Tragic death of Popcorn Sutton, the moonshiner ...10:38 am

Thank you to Jeremy P. for forwarding this link: ‘Popcorn’ Sutton dies.

Legendary Haywood County moonshiner Marvin “Popcorn” Sutton took his own life because he couldn’t stand the thought of going to prison, his wife said today.

Pam Sutton said she found her husband Monday afternoon dead of carbon monoxide poisoning outside their home in Cocke County, Tenn.

“He got his letter to report Friday, and he just couldn’t handle it,” she said. “We tried everything we could to leave him on house arrest, and they wouldn’t do it. So I thank the federal court for this.

“And he was really sick. He was depressed. I didn’t know he was that depressed.”

Sutton, 62, spent much of his life making moonshine, a craft that brought him fame and a string of criminal convictions dating back to the 1970s.

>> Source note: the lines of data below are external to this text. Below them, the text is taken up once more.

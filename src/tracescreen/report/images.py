"""Static images of the report's charts, and the browser that draws them and prints the PDF.

Charts are plotly figures drawn once to SVG (HTML, PDF; WebP for a dense chart) or PNG (Word) by kaleido in a headless
Chromium or Chrome, with plotly.js from the installed plotly package and no MathJax, so nothing is
fetched from the network. The browser is :func:`find_browser`: ``TRACESCREEN_BROWSER`` (or
``BROWSER_PATH``) if set, else the first of ``chromium``, ``chromium-browser``, ``google-chrome``,
``google-chrome-stable``, ``chrome``, ``msedge`` on the PATH.
"""

from __future__ import annotations

import asyncio
import os
import shutil

BROWSERS = ("chromium", "chromium-browser", "google-chrome", "google-chrome-stable", "chrome", "msedge")
#: Parallel browser tabs drawing charts.
TABS = 2
#: Pixels per CSS pixel of PNG images (Word; sharp when printed: 1,440 pixels over 18 cm, 200 dpi).
PNG_SCALE = 2
#: Pixels per CSS pixel of WebP images (dense charts in HTML and PDF: 1,008 pixels over 18 cm, 140 dpi). At 300
#: sites and 1,000,000 results the HTML was 6.2 MB at scale 2 and 5.1 MB at 1.5 (bench/bench_report.py).
WEBP_SCALE = 1.4


class ReportError(RuntimeError):
    """The report cannot be written as asked (no browser for charts or PDF, a PDF that failed)."""


def find_browser() -> str:
    """Path of the Chromium or Chrome that draws charts and prints PDFs.

    Raises
    ------
    ReportError
        When none is found (the message says how to install one or to go without charts).
    """
    for var in ("TRACESCREEN_BROWSER", "BROWSER_PATH"):
        path = os.environ.get(var)
        if path:
            if shutil.which(path) or os.path.isfile(path):
                return shutil.which(path) or path
            raise ReportError(f"{var}={path!r}: no browser there")
    for name in BROWSERS:
        path = shutil.which(name)
        if path:
            return path
    raise ReportError("charts and PDF need Chromium or Chrome: install one (Debian: apt-get install chromium) "
                      "or set TRACESCREEN_BROWSER to its path; or write the report with --charts none and without --pdf")


async def _draw(figures: list, fmt: str, browser: str) -> list[bytes]:
    import kaleido

    async with kaleido.Kaleido(n=min(TABS, max(len(figures), 1)), mathjax=False, path=browser) as k:
        jobs = [k.calc_fig(f.figure, opts={"format": fmt, "width": f.width, "height": f.height,
                                             "scale": {"svg": 1, "webp": WEBP_SCALE}.get(fmt, PNG_SCALE)}) for f in figures]
        return await asyncio.gather(*jobs)


def draw(figures: list, formats=("page",)) -> None:
    """Draw each :class:`tracescreen.report.document.Figure` in each format into its ``images``;
    ``"page"`` is each figure's own :attr:`~tracescreen.report.document.Figure.page_format`.

    Raises
    ------
    ReportError
        No browser, or the browser failed to draw.
    """
    wanted = [(f, f.page_format if fmt == "page" else fmt) for f in figures for fmt in formats]
    wanted = [(f, fmt) for f, fmt in wanted if fmt not in f.images]
    if not wanted:
        return
    browser = find_browser()
    for fmt in ("svg", "png", "webp"):
        need = list({id(f): f for f, w in wanted if w == fmt}.values())
        if not need:
            continue
        try:
            images = asyncio.run(_draw(need, fmt, browser))
        except Exception as exc:  # the browser's own errors are many kinds
            raise ReportError(f"drawing the charts with {browser} failed: {exc}") from None
        for f, data in zip(need, images):
            f.images[fmt] = data
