def retest_section(ctx: Context) -> Section:
    """7: results flagged for a confirmatory retest or review; batches without their QC summary by batch."""
    from tracescreen.report.summary import documents_only

    r = _with_names(only_sites(ctx.data.retest, ctx.site_ids), ctx)
    blocks = [Paragraph("Results flagged for a confirmatory retest or a review of the laboratory's data, with the "
                        "reason and a suggested action (thresholds in Appendix A).")]
    if r.empty:
        return Section("retest", "Confirmatory retest list", blocks + [Paragraph("No result is flagged.", "note")])
    docs = documents_only(r)
    if docs.any():
        asks = " ".join(r.loc[docs, "suggested_action"].astype(str).unique())
        blocks += [Heading("Documents to ask the laboratory for"),
                   Paragraph("These batches came without the laboratory's QC summary, so their QC could not be "
                             "reviewed; no sample needs analysing for this reason. Their results are counted here, "
                             "not listed one by one (every row is in the workbook, sheet retest). " + asks),
                   Table(in_words(documents_by_batch(r[docs])), "retest-documents-table", key_columns=2, max_columns=8)]
    flagged = r[~docs]
    if flagged.empty:
        return Section("retest", "Confirmatory retest list", blocks + [Paragraph(
            "No result is flagged for a confirmatory retest.", "note")], landscape=True)
    shown, more = cut(flagged.sort_values(["site_id", "sampled_at", "analyte"]), ctx.options.max_rows,
                      "the workbook (sheet retest)")
    if docs.any():
        blocks.append(Heading("Results flagged for a confirmatory retest or review"))
    blocks.append(Table(once_per_site(in_words(shown[[c for c in RETEST_COLUMNS if c in shown.columns]])), "retest-table",
                        key_columns=3, max_columns=9, more=more))
    return Section("retest", "Confirmatory retest list", blocks, landscape=True)


def documents_by_batch(rows: pd.DataFrame) -> pd.DataFrame:
    """Retest rows asking for documents, one row per laboratory, batch and reason: results, samples,
    sites, first and last sampling date."""
    g = rows.assign(**{c: rows[c].astype(str) for c in ("lab", "batch", "reason", "site_id")}).groupby(
        ["lab", "batch", "reason"], sort=True)
    out = g.agg(n=("sample_id", "size"), n_samples=("sample_id", "nunique"), n_sites=("site_id", "nunique"),
                first_sampled=("sampled_at", "min"), last_sampled=("sampled_at", "max")).reset_index()
    return out


def lab_qc_section(ctx: Context) -> Section | None:
    """The laboratory QC review: each batch's narrative, QC values outside their windows, calibration."""
    d = ctx.data
    if d.lab_qc_batches is None and d.calibration is None:
        return None
    blocks = []
    if d.lab_qc_batches is not None:
        blocks += [Heading("Data review narrative, by batch")]
        blocks += [Paragraph(str(t)) for t in d.lab_qc_batches["narrative"]]
        blocks.append(Heading("QC values outside their windows or not judged"))
        v, more = cut(d.lab_qc_verdicts, ctx.options.max_rows, "the workbook (sheet lab_qc_verdicts)")
        blocks.append(Table(in_words(v), "labqc-verdicts-table", key_columns=3, max_columns=12, more=more) if len(v)
                      else Paragraph("Every QC value was judged and within its window.", "note"))
    if d.calibration is not None:
        blocks += [Heading("Calibration"), Paragraph("Fits per analyte and run, with LOD = 3.3 σ / slope and "
                                                     "LOQ = 10 σ / slope (ICH Q2(R2))."),
                   Table(in_words(d.calibration), "calibration-table", key_columns=2, max_columns=12)]
    return Section("labqc", "Laboratory QC review", blocks, landscape=True)


def build_document(data: ReportData, site_ids=None, options: ReportOptions | None = None) -> Document:
    """The whole report, from a run's :class:`~tracescreen.report.tables.ReportData`.

    Parameters
    ----------
    data : ReportData
    site_ids : list of str, optional
        Restrict to these sites (files and rejected rows always cover the whole job).
    options : ReportOptions, optional

    Returns
    -------
    Document
        Charts are plotly figures, not yet drawn (:func:`tracescreen.report.images.draw`).
    """
    from tracescreen.report import appendices
    from tracescreen.report.summary import executive_summary
    from tracescreen.retest.rows import site_samples

    options = options or ReportOptions()
    scr = site_samples(only_sites(data.screening, site_ids))  # once: QC samples are not screened
    refs = findings.limit_references(data.limit_tables, scr["limit_table"].dropna().astype(str).unique())
    ctx = Context(data, scr, refs, site_ids, options)
    extra = appendices.summary_sentences(ctx)
    summary = executive_summary(scr, data.limit_entries, refs, data.sites, only_sites(data.trends, site_ids),
                                data.rejected, only_sites(data.retest, site_ids), extra)
    body = [grid_section(ctx), exceedance_section(ctx), undecided_section(ctx), trend_section(ctx), statistics_section(ctx),
            chart_section(ctx),
            retest_section(ctx), lab_qc_section(ctx), appendices.wells_section(ctx)]
    default_title = "Site summary: " + (", ".join(site_ids) if site_ids else "all sites")
    return Document(cover=options.cover.with_defaults(default_title), caution=CAUTION, summary=summary,
                    sections=[s for s in body if s is not None] + appendices.appendices(ctx))


def front_rows(doc: Document) -> list[tuple[str, str]]:
    """The first page as (label, text) rows: title, cover fields, caution, summary sentences (a
    workbook's first sheet)."""
    rows = [("Title", doc.cover.title), *doc.cover.rows(), ("Caution", doc.caution)]
    for b in doc.summary:
        items = b.items if isinstance(b, Bullets) else [b.text]
        rows += [("Summary", t) for t in items]
    return rows
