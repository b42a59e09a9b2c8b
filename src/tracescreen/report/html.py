"""The site summary report: one self-contained HTML file (and optionally a workbook).

``report_tables(data)`` builds every table of the report (the same tables go to the HTML page and,
one sheet each, to the workbook); ``build_report_html(data)`` returns the HTML text: the caution
first, then job and scope, limit tables with their full citations, the status matrix, exceedances,
per-metal charts, summaries, trends, the retest list, rejected rows and method notes. plotly.js is
inlined once, so the file opens without a network.
"""

from __future__ import annotations

import html
from dataclasses import dataclass, field
from datetime import datetime, timezone

import numpy as np
import pandas as pd

from tracescreen._internal.frames import plain_text
from tracescreen import __version__, vocabulary
from tracescreen.caution import CAUTION
from tracescreen._internal.text import format_date, format_number
from tracescreen.retest.rows import site_samples
from tracescreen.report.figures import analyte_figures, figure_divs, plotly_script

STATUS_ORDER = list(vocabulary.RANKED)
"""Statuses from worst to least concern (a result's status in the matrix is its worst)."""

#: legend text: the status's glyph and label, as on the dashboard (tracescreen.vocabulary)
STATUS_TEXT = {s: f"{vocabulary.GLYPH[s]} {vocabulary.LABEL[s]}" for s in vocabulary.STATUSES}

SECTIONS = [
    ("scope", "Job and scope"),
    ("limits", "Limit tables used"),
    ("status", "Status matrix"),
    ("exceedances", "Exceedances"),
    ("charts", "Results by metal"),
    ("summaries", "Summaries"),
    ("trends", "Trends"),
    ("retest", "Retest list"),
    ("rejected", "Rejected rows"),
    ("methods", "Method notes"),
]
"""Report sections: (element id, heading), in order."""

EXCEEDANCE_COLUMNS = ["site_id", "sample_id", "sampled_at", "analyte", "fraction", "result_text", "unit",
                      "value_ug_L", "limit_ug_L", "ratio", "limit_table", "use", "duration", "source"]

He was facing 18 months in federal prison on moonshining and weapons charges and had told a judge at his sentencing he was in poor health and would rather die at home than in jail.

[...]

Nearly 1,500 people had signed petitions asking for leniency in his sentence.

Born near Maggie Valley, N.C., Sutton was revered by some for preserving a dying piece of mountain history.

That is indeed a sad story.

From Bob Dylan’s song Moonshiner:

I’ve been a moonshiner,
For seventeen long years,
I’ve spent all my money,
On whiskey and beer,
I go to some hollow,
And sit at my still
And if whiskey dont kill me,
Then I dont know what will

Bob Dylan’s Moonshiner is a poignant variation on what seems to be a traditional song. It’s available on the original Bootleg Series, of-course, and on Live at the Gaslight 1962.

It’s far from the only reference in Dylan’s body of work to illicitly-made whiskey. One of the standout tracks on Self Portrait is Dylan’s genuinely lovely rendition of a song credited to A.F. Beddoe called Copper Kettle.


My daddy he made whiskey, my granddaddy he did too
We ain’t paid no whiskey tax since 1792
You’ll just lay there by the juniper while the moon is bright
Watch them just a-filling in the pale moonlight.

I think you could theorize that the images of moonshine and bootlegged whiskey in Dylan’s body of work are ones that he uses to evoke freedom, rebelliousness, self-reliance, a little anarchy, and other good old American values like that. And long, please God, may they survive.